▸ Your goal
Give back, word for word, the lines in the listing below from the one holding "to assess: a" down to the one holding "with this reason", both ends included.

▸ Supplied information
╔══

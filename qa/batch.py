"""Batch runs: find the phantom sessions in folder trees and assess each one.

A *session* is one reconstructed volume: a multi-frame DICOM file, a NumPy ``.npz``
volume, or one series of single-frame DICOM slices (one Series Instance UID) in one
folder. Headers are read without pixel data; a series already fixes the unit and the
date, which come from its header when the volume is read. A series whose slices are
spread over several folders is not joined: it becomes one failed session naming the
folders (a session is read from one place, which its checksum and source name).

Sessions are assessed in worker processes (or on a Dask cluster), and each failure is
kept with its one-line reason while the others go on, including a worker process that
dies (killed for memory, a crash in native code): the sessions it may have held are run
again, each in a process of its own, and the one whose process dies again is reported
with how it died. Every worker writes its own log and records its session in the shared
history (SQLite in WAL mode serialises the writers).
"""

from __future__ import annotations

import csv
import functools
import io
import traceback
from collections import defaultdict
from dataclasses import dataclass, field
from pathlib import Path

from .errors import InputError, LacunaError
from .fileio import write_text_atomic


@dataclass(frozen=True)
class BatchTask:
    """One session to assess: a file or a folder (series), with the shared options."""

    source: str
    series: str | None
    unit: str | None
    phantom: str
    limits: str
    out_dir: str
    history: str | None
    kind: str = "routine"
    problem: str = ""   # known before any work: the session fails with this reason

    @property
    def label(self) -> str:
        return self.source + (f" (series {self.series})" if self.series else "")


@dataclass(frozen=True)
class BatchOutcome:
    task: BatchTask
    ok: bool
    unit: str = ""
    date: str = ""
    overall: str = ""
    report: str = ""
    metrics: dict = field(default_factory=dict)
    uncertainties: dict = field(default_factory=dict)
    verdicts: dict = field(default_factory=dict)
    error: str = ""


def _header(path: Path):
    import pydicom
    from pydicom.errors import InvalidDicomError

    try:
        with open(path, "rb") as fh:
            if fh.read(132)[128:] != b"DICM":
                return None
        return pydicom.dcmread(path, stop_before_pixels=True)
    except (OSError, InvalidDicomError):
        return None


def find_sessions(folders, *, phantom: str, limits: str, out_dir: str,
                  history: str | None, unit: str | None = None,
                  kind: str = "routine") -> list[BatchTask]:
    """Every session under ``folders`` (recursively), in a stable order.

    Parameters
    ----------
    folders : iterable of str or Path
        Folders to search.
    phantom, limits, out_dir, history, unit, kind
        Passed on to every :class:`BatchTask`.

    Returns
    -------
    list of BatchTask
        One per multi-frame DICOM file, ``.npz`` file and series of slices; a series
        found in several folders gives one task whose ``problem`` names them.

    Raises
    ------
    InputError
        When a folder does not exist.
    """
    common = dict(phantom=str(phantom), limits=str(limits), out_dir=str(out_dir),
                  history=None if history is None else str(history), unit=unit, kind=kind)
    found = []                      # (path, series uid or None, series in the folder)
    folders_of = defaultdict(list)  # series uid -> folders holding its slices
    for folder in folders:
        root = Path(folder)
        if not root.is_dir():
            raise InputError("expected a folder of sessions", source=str(root))
        for d in sorted([root] + [p for p in root.rglob("*") if p.is_dir()]):
            singles = set()
            for f in sorted(p for p in d.iterdir() if p.is_file()):
                if f.suffix.lower() == ".npz":
                    found.append((f, None, 0))
                    continue
                ds = _header(f)
                if ds is None:
                    continue
                if int(ds.get("NumberOfFrames", 1) or 1) > 1:
                    found.append((f, None, 0))
                elif "PixelData" in ds or "Rows" in ds:
                    singles.add(str(ds.get("SeriesInstanceUID", "")))
            for uid in sorted(singles):
                found.append((d, uid, len(singles)))
                if uid and d not in folders_of[uid]:
                    folders_of[uid].append(d)
    tasks = []
    for path, uid, n_series in found:
        places = folders_of.get(uid, []) if uid else []
        if len(places) > 1 and path != places[0]:
            continue  # reported once, at its first folder
        problem = "" if len(places) <= 1 else (
            f"series {uid} is split over {len(places)} folders ("
            + ", ".join(str(p) for p in places) + "); put its slices in one folder")
        tasks.append(BatchTask(str(path), uid if n_series > 1 or problem else None,
                               problem=problem, **common))
    return tasks


def assess_task(task: BatchTask) -> BatchOutcome:
    """Assess one session; never raises (a failure becomes the outcome's ``error``)."""
    from .judge import load_profile
    from .phantom import load_phantom
    from .publish import assess_file

    if task.problem:
        return BatchOutcome(task, False, error=task.problem)
    try:
        phantom = load_phantom(task.phantom)
        profile = load_profile(task.limits)
        result, published = assess_file(task.source, phantom, profile, unit=task.unit,
                                        out_dir=task.out_dir, history_path=task.history,
                                        kind=task.kind, series=task.series)
        return BatchOutcome(task, True, result.unit_id, result.date, result.overall,
                            str(published.report),
                            metrics={j.name: j.measurement.value for j in result.judged},
                            uncertainties={j.name: j.measurement.uncertainty
                                           for j in result.judged},
                            verdicts={j.name: j.verdict for j in result.judged})
    except LacunaError as exc:
        message = exc.one_line() if isinstance(exc, InputError) else str(exc)
        return BatchOutcome(task, False, error=message)
    except Exception as exc:  # a bug must not stop the other sessions; keep its trace
        return BatchOutcome(task, False, error=f"internal error: {_last_line(exc)}")


def _last_line(exc: BaseException) -> str:
    return traceback.format_exception_only(type(exc), exc)[-1].strip()


def run_local(tasks, *, processes: int = 2, progress: bool = True) -> list[BatchOutcome]:
    """Assess ``tasks`` in worker processes; outcomes come back in the tasks' order.

    Parameters
    ----------
    tasks : sequence of BatchTask
    processes : int
        Worker processes at a time (at least 1).
    progress : bool
        Show a progress bar on standard error.

    Returns
    -------
    list of BatchOutcome
        One per task. A worker process that dies fails only the session it was
        running (see the module notes); the others are still assessed.

    Raises
    ------
    InputError
        ``processes`` is less than 1.
    """
    if isinstance(processes, bool) or not isinstance(processes, int) or processes < 1:
        raise InputError(f"expected a whole number of at least 1, got {processes!r}",
                         field="--processes")
    work = assess_task           # looked up here, so that the workers run the same function
    outcomes: dict[int, BatchOutcome] = {}
    with _bar(len(tasks), progress) as bar:
        todo = list(range(len(tasks)))
        while todo:
            suspects = _pool_round(work, tasks, todo, processes, outcomes, bar)
            for i, outcome in zip(suspects, _each_alone(work, [tasks[i] for i in suspects])):
                outcomes[i] = outcome
                bar.update()
            todo = [i for i in todo if i not in outcomes]
    return [outcomes[i] for i in range(len(tasks))]


def _spawn():
    import multiprocessing as mp
    return mp.get_context("spawn")


def _pool_round(work, tasks, todo, processes, outcomes, bar) -> list[int]:
    """Run ``todo`` in one pool, ``processes`` at a time, until done or the pool breaks.

    Returns the indices that were in flight when the pool broke (empty when it did not).
    """
    from concurrent.futures import FIRST_COMPLETED, ProcessPoolExecutor, wait
    from concurrent.futures.process import BrokenProcessPool

    queue = list(todo)
    running: dict = {}
    with ProcessPoolExecutor(max_workers=min(processes, len(queue)),
                             mp_context=_spawn()) as pool:
        while queue or running:
            try:
                while queue and len(running) < processes:
                    future = pool.submit(work, tasks[queue[0]])
                    running[future] = queue.pop(0)
            except BrokenProcessPool:
                return _in_flight(running, outcomes, bar) or [queue[0]]
            done, _ = wait(running, return_when=FIRST_COMPLETED)
            if any(isinstance(f.exception(), BrokenProcessPool) for f in done):
                return _in_flight(running, outcomes, bar)
            for fut in done:
                i = running.pop(fut)
                exc = fut.exception()
                outcomes[i] = fut.result() if exc is None else BatchOutcome(
                    tasks[i], False, error=f"internal error: {_last_line(exc)}")
                bar.update()
    return []


def _in_flight(running, outcomes, bar) -> list[int]:
    """Keep the results that did arrive; the others are the suspects of a broken pool."""
    suspects = []
    for fut, i in running.items():
        if fut.done() and fut.exception() is None:
            outcomes[i] = fut.result()
            bar.update()
        else:
            suspects.append(i)
    return sorted(suspects)


def _each_alone(work, tasks) -> list[BatchOutcome]:
    """Run each task in a fresh process of its own, at the same time; see how each ends."""
    ctx = _spawn()
    started = []
    for task in tasks:
        receive, send = ctx.Pipe(duplex=False)
        proc = ctx.Process(target=_send_outcome, args=(work, task, send), daemon=True)
        proc.start()
        send.close()
        started.append((task, proc, receive))
    outcomes = []
    for task, proc, receive in started:
        try:
            outcome = receive.recv()
        except EOFError:      # the process ended without sending its outcome
            outcome = None
        receive.close()
        proc.join()
        outcomes.append(outcome or BatchOutcome(
            task, False, error=f"worker process died: {_how_ended(proc.exitcode)}"))
    return outcomes


def _send_outcome(work, task, connection) -> None:
    connection.send(work(task))
    connection.close()


def _how_ended(exitcode) -> str:
    import signal

    if exitcode is None or exitcode >= 0:
        return f"it exited with code {exitcode} while assessing this session"
    try:
        name = signal.Signals(-exitcode).name
    except ValueError:
        name = f"signal {-exitcode}"
    hint = " (often the system running out of memory)" if name == "SIGKILL" else ""
    return f"it was killed by {name}{hint} while assessing this session"


def run_dask(tasks, *, scheduler: str, progress: bool = True) -> list[BatchOutcome]:
    """Assess ``tasks`` on a Dask cluster (``dask.distributed``; an optional extra).

    Parameters
    ----------
    tasks : sequence of BatchTask
    scheduler : str
        Address of the scheduler (``tcp://host:port``).
    progress : bool
        Show a progress bar on standard error.

    Returns
    -------
    list of BatchOutcome
        One per task, in the tasks' order. A session whose workers died (Dask retries
        it on other workers a few times) fails with that reason; the others go on.

    Raises
    ------
    InputError
        ``dask.distributed`` is not installed, or the scheduler cannot be reached.
    """
    try:
        from dask.distributed import Client, as_completed
        from distributed import KilledWorker
    except ImportError:
        raise InputError("--scheduler needs dask.distributed: pip install -e '.[dask]'",
                         field="--scheduler") from None
    try:
        client = Client(scheduler, timeout="20s")
    except (OSError, TimeoutError) as exc:
        raise InputError(f"cannot reach the Dask scheduler: {exc}", source=scheduler) from None
    try:
        futures = client.map(assess_task, tasks, pure=False)
        index = {f.key: i for i, f in enumerate(futures)}
        outcomes = {}
        with _bar(len(tasks), progress) as bar:
            for fut in as_completed(futures):
                i = index[fut.key]
                try:
                    outcomes[i] = fut.result()
                except KilledWorker:
                    outcomes[i] = BatchOutcome(tasks[i], False, error=(
                        "worker process died: every Dask worker that ran this session died"))
                except Exception as exc:  # noqa: BLE001 - one session's loss, not the batch's
                    outcomes[i] = BatchOutcome(tasks[i], False,
                                               error=f"internal error: {_last_line(exc)}")
                bar.update()
        return [outcomes[i] for i in range(len(tasks))]
    finally:
        client.close()


def _bar(total: int, show: bool):
    from tqdm import tqdm
    return tqdm(total=total, desc="sessions", unit="session", leave=False, disable=not show)


SUMMARY_FIELDS = ("source", "series", "status", "unit", "date", "overall", "report", "reason")


@functools.lru_cache(maxsize=256)
def _source_header(source: str):
    """The DICOM header of a file, or of the first DICOM file of a folder, or ``None``
    (read once per source: the summary and the failure lines ask for it again)."""
    path = Path(source)
    if path.is_file():
        files = [path]
    elif path.is_dir():
        files = sorted(p for p in path.iterdir() if p.is_file())[:50]
    else:
        files = []
    return next((ds for ds in map(_header, files) if ds is not None), None)


def public_text(task: BatchTask, text: str) -> str:
    """``text`` with the patient identifiers of the task's DICOM header cut out.

    Folders and files are often named after the patient; the reader scrubs the source
    path it puts in a session's metadata (:func:`qa.io.deidentify.scrub_path`), and the
    summary and the failure lines get the same treatment, from the header of the file or
    of the first DICOM file of the folder (left as it is when there is none to read).
    """
    from .io.deidentify import scrub_path

    ds = _source_header(str(task.source))
    return text if ds is None else scrub_path(text, ds)


def summary_csv(outcomes, path) -> Path:
    """One row per session (and one column per metric value), written atomically."""
    names = sorted({k for o in outcomes for k in o.metrics})
    buf = io.StringIO()
    w = csv.writer(buf)
    w.writerow(list(SUMMARY_FIELDS) + names)
    for o in outcomes:
        w.writerow([public_text(o.task, str(o.task.source)), o.task.series or "",
                    "assessed" if o.ok else "failed", o.unit, o.date, o.overall, o.report,
                    public_text(o.task, o.error)]
                   + ["" if o.metrics.get(n) is None else repr(o.metrics[n]) for n in names])
    return write_text_atomic(path, buf.getvalue())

╚══

▸ Solved problem
    """One session to assess: a file or a folder (series), with the shared options."""

    source: str
    series: str | None
    unit: str | None
    phantom: str
    limits: str
    out_dir: str
    history: str | None
    kind: str = "routine"
    problem: str = ""   # known before any work: the session fails with this reason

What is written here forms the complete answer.